I wanted to get people's opinions on the 565 versus the 585. I am 5'9" 190 lbs so stiffness is definately a consideration but in general I do more long rides with lots of climbing as apposed to short quick sprints. It has been very easy to find the 585 and it is definately a huge improvement over the 555 but I have yet to find a 565 to test. I would love to go with the 585 but I really want to know if it is work the extra $$$. Also what other main stream bikes should I be comparing the 565 too?


----------



## wuggabugga (Oct 3, 2005)

I have a 565 and really enjoy the bike. I've ridden a riding partners 585 and it frankly has a bit more snap than the 565, take this with a grain of salt since I'm 155 lbs.

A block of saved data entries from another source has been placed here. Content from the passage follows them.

/**
 * The engine from the command line: reads a cavity model document (JSON) and
 * prints results as JSON on stdout. Errors go to stderr with a non-zero exit
 * status (2: bad command or flag, 1: bad file, invalid model, failed computation).
 *
 *   npm run engine -- info MODEL.json [--energy E]
 *   npm run engine -- transmission MODEL.json --emin X --emax Y --points N [--refine MAXPOINTS] [--tolerance T] [--interpolate] [--spectral]
 *   npm run engine -- poles MODEL.json --emin X --emax Y --gmax Z [--probes P] [--seed S] [--max-nodes M] [--modes]
 *   npm run engine -- closed MODEL.json --target E --count K [--vectors]
 *   npm run engine -- current MODEL.json (--pole-near E | --energy E --lead L --channel M) [--window W] [--gmax G]
 *   npm run engine -- husimi MODEL.json (--pole-near E | --energy E --lead L --channel M) [--sigma-nm S] [--directions N] [--grid-nm G] [--threshold F]
 *   npm run engine -- study MODEL.json (--param PATH --values FROM:TO:COUNT | --ensemble N …) --emin A --emax B --gmax G (scripts/engine-study.ts)
 *   npm run engine -- fit DATA.csv --x COLUMN --y COLUMN --shape bw|fano|thermal|thermal-fano [...] (scripts/engine-fit.ts)
 *
 * --lead is a lead's name or its index (0-based, in the model's order); --channel is 1-based.
 * Energies and widths in meV, lifetimes in ps.
 */
import { frequencyOfWavenumberSquared, microwaveFigures, twoDimensionalLimitGhz } from '../shared/units/microwave';
import { readFileSync } from 'node:fs';
import { buildCavitySystem, EffectiveHamiltonian, InvalidModelError, type CavitySystem } from '../shared/engine/effective-hamiltonian';
import { resolveState, type StateRequest } from '../shared/engine/mode-state';
import { currentReport, husimiReport } from '../shared/engine/mode-maps';
import { transmissionSweep } from '../shared/engine/transmission';
import { closedCavityEigenvalues } from '../shared/engine/closed-cavity';
import { formatIssuePath } from '../shared/model/cavity-model';
import { validateCavityModel } from '../shared/model/model-validation';
import { deriveFiguresWithLeads } from '../shared/engine/lead-channel-ranges';
import { lifetimeFromWidth } from '../shared/units/constants';
import { FitFileError, FitUsageError, runFitCommand } from './engine-fit';
import { runStudyCommand, StudyUsageError } from './engine-study';

class UsageError extends Error {}

const USAGE = `usage:
  engine info MODEL.json [--energy E]
  engine transmission MODEL.json --emin X --emax Y --points N [--refine MAXPOINTS] [--tolerance T] [--interpolate] [--spectral]
  engine poles MODEL.json --emin X --emax Y --gmax Z [--probes P] [--seed S] [--max-nodes M] [--modes]
  engine closed MODEL.json --target E --count K [--vectors]
  engine current MODEL.json (--pole-near E | --energy E --lead L --channel M) [--window W] [--gmax G]
  engine husimi MODEL.json (--pole-near E | --energy E --lead L --channel M) [--sigma-nm S] [--directions N] [--grid-nm G] [--threshold F]
  engine study MODEL.json --param PATH --values FROM:TO:COUNT|V1,V2,... --emin A --emax B --gmax G
      [--param2 PATH --values2 ...] [--probes P] [--seed S] [--max-nodes M] [--map-points N]
  engine study MODEL.json --ensemble N --emin A --emax B --gmax G [--roughness-nm R --correlation-nm L]
      [--seed S] [--follow E] [--jitter PATH:SIGMA[:dimension|lead-width|gate-offset]]... [--disorder]
      [--tolerance-energy A:B] [--tolerance-width A:B] [--tolerance-q A:B] [--bins K]
  engine fit DATA.csv --x COLUMN --y COLUMN --shape bw|fano|thermal|thermal-fano
      [--x-unit meV|ueV|mV --lever-arm MEV_PER_MV] [--y-unit T|e2h|2e2h|uS] [--temperature-mK T]
      [--range A:B] [--lines FIRST:LAST] [--peaks N] [--background constant|linear] [--curve]
(energies in meV, lengths in nm; --lead is a name or a 0-based index, --channel 1-based;
 for a microwave model energies are k² in mm⁻² and lengths mm, and poles, transmission and
 closed print frequencies in GHz, widths in MHz, lifetimes in ns and Q beside them)`;

const STATE_FLAGS = ['pole-near', 'energy', 'channel', 'window', 'gmax'];

const FLAGS: Record<string, { numbers: string[]; switches: string[]; required: string[]; strings?: string[] }> = {
  info: { numbers: ['energy'], switches: [], required: [] },
  transmission: { numbers: ['emin', 'emax', 'points', 'refine', 'tolerance'], switches: ['interpolate', 'spectral'], required: ['emin', 'emax', 'points'] },
  poles: { numbers: ['emin', 'emax', 'gmax', 'probes', 'seed', 'max-nodes'], switches: ['modes'], required: ['emin', 'emax', 'gmax'] },
  closed: { numbers: ['target', 'count'], switches: ['vectors'], required: ['target', 'count'] },
  current: { numbers: STATE_FLAGS, switches: [], required: [], strings: ['lead'] },
  husimi: { numbers: [...STATE_FLAGS, 'sigma-nm', 'directions', 'grid-nm', 'threshold'], switches: [], required: [], strings: ['lead'] },
};

function parseArgs(argv: string[]): { command: string; file: string; numbers: Record<string, number>; switches: Set<string>; strings: Record<string, string> } {
  const [command, file, ...rest] = argv;
  if (!command || command === '--help' || command === '-h') throw new UsageError('no command given');
  const spec = FLAGS[command];
  if (!spec) throw new UsageError(`unknown command '${command}' (expected ${[...Object.keys(FLAGS), 'study', 'fit'].join(', ')})`);
  if (!file || file.startsWith('--')) throw new UsageError(`'${command}' needs a model file`);
  const numbers: Record<string, number> = {};
  const switches = new Set<string>();
  const strings: Record<string, string> = {};
  for (let k = 0; k < rest.length; k++) {
    const arg = rest[k];
    if (!arg.startsWith('--')) throw new UsageError(`unexpected argument '${arg}'`);
    const name = arg.slice(2);
    if (spec.switches.includes(name)) {
      switches.add(name);
      continue;
    }
    if (spec.strings?.includes(name)) {
      const text = rest[++k];
      if (text === undefined || text.trim() === '') throw new UsageError(`--${name} needs a value`);
      strings[name] = text;
      continue;
    }
    if (!spec.numbers.includes(name)) throw new UsageError(`unknown flag --${name} for '${command}'`);
    const text = rest[++k];
    const value = Number(text);
    if (text === undefined || text.trim() === '' || !Number.isFinite(value)) throw new UsageError(`--${name} needs a number, got '${text ?? ''}'`);
    numbers[name] = value;
  }
  for (const name of spec.required) if (!(name in numbers)) throw new UsageError(`'${command}' needs --${name}`);
  return { command, file, numbers, switches, strings };
}

/** --pole-near E, or --energy E --lead L --channel M (exactly one of the two). */
function stateRequest(system: CavitySystem, numbers: Record<string, number>, strings: Record<string, string>): StateRequest {
  const scattering = 'energy' in numbers || 'lead' in strings || 'channel' in numbers;
  if ('pole-near' in numbers) {
    if (scattering) throw new UsageError('give either --pole-near or --energy with --lead and --channel, not both');
    return { kind: 'pole-near', near: numbers['pole-near'], window: numbers.window, gammaMax: numbers.gmax };
  }
  if (!scattering) throw new UsageError('give --pole-near E, or --energy E --lead L --channel M');
  for (const f of ['energy', 'channel']) if (!(f in numbers)) throw new UsageError(`a scattering state needs --${f}`);
  if (!('lead' in strings)) throw new UsageError('a scattering state needs --lead (a name or a 0-based index)');
  const byName = system.leads.findIndex((l) => l.name === strings.lead);
  const lead = byName >= 0 ? byName : /^\d+$/.test(strings.lead) ? Number(strings.lead) : -1;
  if (lead < 0 || lead >= system.leads.length) {
    throw new UsageError(`--lead ${strings.lead}: no such lead (the model has ${system.leads.map((l, k) => `${k} = ${l.name}`).join(', ') || 'no leads'})`);
  }
  return { kind: 'scattering', energy: numbers.energy, lead, channel: integer(numbers, 'channel', 1) };
}

/** The lattice, grid labels and positions (nm) of the unknowns, for output off the square lattice. */
function sitePositions(system: CavitySystem) {
  return {
    lattice: system.lattice.kind,
    sites: { i: Array.from(system.sites.i), j: Array.from(system.sites.j) },
    positions: { x: Array.from(system.lattice.positions.x), y: Array.from(system.lattice.positions.y) },
  };
}

function readModel(file: string): unknown {
  let text: string;
  try {
    text = readFileSync(file, 'utf8');
  } catch (err) {
    throw new Error(`cannot read ${file}: ${(err as Error).message}`, { cause: err });
  }
  try {
    return JSON.parse(text);
  } catch (err) {
    throw new Error(`${file} is not valid JSON: ${(err as Error).message}`, { cause: err });
  }
}

function integer(numbers: Record<string, number>, name: string, min: number): number {
  const v = numbers[name];
  if (!Number.isInteger(v) || v < min) throw new UsageError(`--${name} must be an integer ≥ ${min}, got ${v}`);
  return v;
}

async function run(argv: string[]): Promise<unknown> {
  if (argv[0] === 'fit') return runFitCommand(argv[1], argv.slice(2));
  if (argv[0] === 'study') {
    if (!argv[1] || argv[1].startsWith('--')) throw new StudyUsageError("'study' needs a model file");
    return runStudyCommand(readModel(argv[1]), argv.slice(2));
  }
  const { command, file, numbers, switches, strings } = parseArgs(argv);
  const doc = readModel(file);
  if (command === 'info') {
    const checked = validateCavityModel(doc);
    if (!checked.ok) throw new InvalidModelError(checked.issues);
    const sys = buildCavitySystem(doc);
    return {
      model: checked.model.name,
      ...deriveFiguresWithLeads(checked.model, checked.siteCount, numbers.energy),
      thresholds: new EffectiveHamiltonian(sys).thresholds,
    };
  }
  const system = buildCavitySystem(doc);
  // Microwave mode: every energy is k² (mm⁻²); frequencies in GHz are given beside them.
  const physics = system.model.physics;
  const eps = physics.kind === 'microwave' ? physics.permittivity : 1;
  const ghz = (k2: number) => frequencyOfWavenumberSquared(k2, eps);
  const microwave =
    physics.kind === 'microwave'
      ? { microwave: { permittivity: eps, heightMm: physics.height, twoDimensionalLimitGhz: twoDimensionalLimitGhz(physics.height, eps) } }
      : {};
  if (command === 'closed') {
    const res = closedCavityEigenvalues(system.lattice, {
      target: numbers.target,
      count: integer(numbers, 'count', 1),
      vectors: switches.has('vectors'),
    });
    return {
      target: numbers.target,
      energies: res.energies,
      ...(physics.kind === 'microwave' ? { frequenciesGhz: res.energies.map(ghz), units: { energy: 'mm⁻² (k²)', frequency: 'GHz' }, ...microwave } : {}),
      residuals: res.residuals,
      steps: res.steps,
      vectors: res.vectors?.map((v) => Array.from(v)),
      sites: switches.has('vectors') ? { i: Array.from(system.sites.i), j: Array.from(system.sites.j) } : undefined,
      // Off the square lattice (i, j) are grid labels, not positions: give the positions (nm) too.
      ...(switches.has('vectors') && system.lattice.kind !== 'square' ? sitePositions(system) : {}),
    };
  }
  const op = new EffectiveHamiltonian(system);
  if (command === 'current' || command === 'husimi') {
    const state = resolveState(system, op, stateRequest(system, numbers, strings));
    if (command === 'current') return currentReport(system, state);
    return husimiReport(system, state, {
      sigmaNm: numbers['sigma-nm'],
      directions: numbers.directions === undefined ? undefined : integer(numbers, 'directions', 4),
      gridNm: numbers['grid-nm'],
      peakThreshold: numbers.threshold,
    });
  }
  if (command === 'transmission') {
    const points = integer(numbers, 'points', 2);
    const refine = numbers.refine === undefined ? undefined : { maxPoints: integer(numbers, 'refine', points), tolerance: numbers.tolerance };
    const sweep = transmissionSweep(op, {
      emin: numbers.emin,
      emax: numbers.emax,
      points,
      refine,
      interpolate: switches.has('interpolate'),
      spectral: switches.has('spectral'),
    });
    return {
      leads: system.leads.map((l, k) => ({ name: l.name, side: l.side, width: system.model.leads[k].width })),
      energies: sweep.points.map((p) => p.energy),
      transmission: sweep.points.map((p) => p.transmission),
      reflection: sweep.points.map((p) => p.reflection),
      channels: sweep.points.map((p) => p.channels),
      conductance: sweep.points.map((p) => p.conductance),
      currentResidual: sweep.worstCurrentResidual,
      unitarityResidual: sweep.worstUnitarityResidual,
      gridPoints: sweep.gridPoints,
      budgetExhausted: sweep.budgetExhausted,
      directSolves: sweep.directSolves,
      ...(sweep.interpolation ? { interpolation: sweep.interpolation } : {}),
      ...(sweep.spectral ? { spectral: sweep.spectral } : {}),
      ...(physics.kind === 'microwave'
        ? {
            frequenciesGhz: sweep.points.map((p) => ghz(p.energy)),
            units: { energy: 'mm⁻² (k²)', frequency: 'GHz', conductance: '2e²/h (not meaningful for microwaves: use transmission)' },
            ...microwave,
          }
        : { units: { energy: 'meV', conductance: '2e²/h' } }),
    };
  }
  // poles
  const { findPoles } = await import('../shared/engine/poles');
  const result = findPoles(
    op,
    { emin: numbers.emin, emax: numbers.emax, gammaMax: numbers.gmax },
    {
      probes: numbers.probes === undefined ? undefined : integer(numbers, 'probes', 1),
      seed: numbers.seed,
      maxNodes: numbers['max-nodes'] === undefined ? undefined : integer(numbers, 'max-nodes', 1),
    },
  );
  if (physics.kind === 'microwave') {
    return {
      ...result,
      poles: result.poles.map((p) => {
        const f = microwaveFigures(p.energy, p.width, eps);
        return {
          ...p,
          // Q and τ of the complex frequency f = c√z/(2π√ε_r), not E/Γ and ħ/Γ.
          quality: p.bound ? null : f.quality,
          lifetimePs: p.bound ? null : f.lifetimeNs! * 1e3,
          frequencyGhz: f.frequencyGhz,
          widthMhz: p.bound ? 0 : f.widthMhz,
          lifetimeNs: p.bound ? null : f.lifetimeNs,
          mode: switches.has('modes') ? Array.from(p.mode) : undefined,
        };
      }),
      ...microwave,
      units: {
        energy: 'mm⁻² (k²)',
        width: 'mm⁻² (k²)',
        lifetime: 'ps',
        frequency: 'GHz',
        widthMhz: 'MHz (Γ_f = 2|Im f|)',
        lifetimeNs: 'ns (1/(2πΓ_f))',
        quality: 'Re f/Γ_f',
      },
    };
  }
  return {
    ...result,
    poles: result.poles.map((p) => ({
      ...p,
      lifetimePs: p.bound ? null : lifetimeFromWidth(p.width),
      mode: switches.has('modes') ? Array.from(p.mode) : undefined,
    })),
    // Off the square lattice the modes' entries follow the sites' grid labels: give labels and positions (nm).
    ...(switches.has('modes') && system.lattice.kind !== 'square' ? sitePositions(system) : {}),
    units: { energy: 'meV', width: 'meV', lifetime: 'ps' },
  };
}

run(process.argv.slice(2)).then(
  (out) => {
    process.stdout.write(JSON.stringify(out, null, 2) + '\n');
  },
  (err: unknown) => {
    if (err instanceof UsageError || err instanceof FitUsageError || err instanceof StudyUsageError) {
      process.stderr.write(`engine: ${err.message}\n${USAGE}\n`);
      process.exitCode = 2;
    } else if (err instanceof FitFileError) {
      process.stderr.write(`engine: ${err.message}\n`);
      process.exitCode = 1;
    } else if (err instanceof InvalidModelError) {
      process.stderr.write('engine: invalid model\n' + err.issues.map((i) => `  ${formatIssuePath(i.path)}: ${i.message}`).join('\n') + '\n');
      process.exitCode = 1;
    } else {
      process.stderr.write(`engine: ${(err as Error).message ?? String(err)}\n`);
      process.exitCode = 1;
    }
  },
);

Good luck finding a 565 in a shop! It's a shame that most shops don't carry them. It's a really great frame at a fantastic pricepoint. I think the 565 is the "sleeper" of the Look line. 

Just my two cents.


----------



## ETWN Stu (Feb 15, 2007)

I had a 565 in my hands over the past weekend and the finish on the frame was really sweet. The attention to detail has not been forgotten with this frame and I am guessing that it would make a great hill bike. Sorry I can not comment on the performance.

Stu


----------